## Problem description
Your answer must match the entries below word for word.

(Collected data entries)
————————

"""Borders of regions: lengths against those of the drawn curves."""

from __future__ import annotations

import math

import pytest

from wiresolve.describe.section import Layer, Patch, Section
from wiresolve.describe.shapes import Circle, Rectangle
from wiresolve.fem.meshing import Mesher, SizeField
from wiresolve.physics.borders import Borders, borders_of


def found(section: Section) -> Borders:
    with Mesher(section.pieces()) as mesher:
        return borders_of(mesher.mesh(SizeField(4.0, turn_cells=12))[0])


def test_a_shell_around_a_core() -> None:
    borders = found(Section(Circle(16), "GaAs", layers=(Layer(8, "AlAs"), Layer(2, "GaAs", carriers="excluded"))))
    assert set(borders.between) == {("core", "layer 1"), ("layer 1", "layer 2")}
    assert borders.between["core", "layer 1"] == pytest.approx(math.pi * 16, rel=1e-2)
    assert borders.between["layer 1", "layer 2"] == pytest.approx(math.pi * 32, rel=1e-2)
    assert borders.free == {"layer 2": pytest.approx(math.pi * 36, rel=1e-2)}
    assert set(borders.around("layer 1")) == {"core", "layer 2"}
    wanted = {"core": 64 * math.pi, "layer 1": (256 - 64) * math.pi, "layer 2": (324 - 256) * math.pi}
    assert borders.areas_nm2 == pytest.approx(wanted, rel=5e-3)


def test_holes_and_patches_on_the_rim() -> None:
    hole = Patch(Rectangle(4, 4), "void", (-6, 0))
    fin = Patch(Rectangle(6, 10), "InAs", (0, 10))
    borders = found(Section(Rectangle(30, 10), "GaAs", patches=(hole, fin)))
    assert borders.between == {("core", "patch 2"): pytest.approx(6)}
    assert borders.free["core"] == pytest.approx(80 - 6 + 16)
    assert borders.free["patch 2"] == pytest.approx(26)
    assert borders.areas_nm2 == pytest.approx({"core": 300 - 16, "patch 2": 60})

————————

## Answer to the problem
"""Borders of regions: lengths against those of the drawn curves."""

from __future__ import annotations

import math

import pytest

from wiresolve.describe.section import Layer, Patch, Section
from wiresolve.describe.shapes import Circle, Rectangle
from wiresolve.fem.meshing import Mesher, SizeField
from wiresolve.physics.borders import Borders, borders_of


def found(section: Section) -> Borders:
    with Mesher(section.pieces()) as mesher:
        return borders_of(mesher.mesh(SizeField(4.0, turn_cells=12))[0])


def test_a_shell_around_a_core() -> None:
    borders = found(Section(Circle(16), "GaAs", layers=(Layer(8, "AlAs"), Layer(2, "GaAs", carriers="excluded"))))
    assert set(borders.between) == {("core", "layer 1"), ("layer 1", "layer 2")}
    assert borders.between["core", "layer 1"] == pytest.approx(math.pi * 16, rel=1e-2)
    assert borders.between["layer 1", "layer 2"] == pytest.approx(math.pi * 32, rel=1e-2)
    assert borders.free == {"layer 2": pytest.approx(math.pi * 36, rel=1e-2)}
    assert set(borders.around("layer 1")) == {"core", "layer 2"}
    wanted = {"core": 64 * math.pi, "layer 1": (256 - 64) * math.pi, "layer 2": (324 - 256) * math.pi}
    assert borders.areas_nm2 == pytest.approx(wanted, rel=5e-3)


def test_holes_and_patches_on_the_rim() -> None:
    hole = Patch(Rectangle(4, 4), "void", (-6, 0))
    fin = Patch(Rectangle(6, 10), "InAs", (0, 10))
    borders = found(Section(Rectangle(30, 10), "GaAs", patches=(hole, fin)))
    assert borders.between == {("core", "patch 2"): pytest.approx(6)}
    assert borders.free["core"] == pytest.approx(80 - 6 + 16)
    assert borders.free["patch 2"] == pytest.approx(26)
    assert borders.areas_nm2 == pytest.approx({"core": 300 - 16, "patch 2": 60})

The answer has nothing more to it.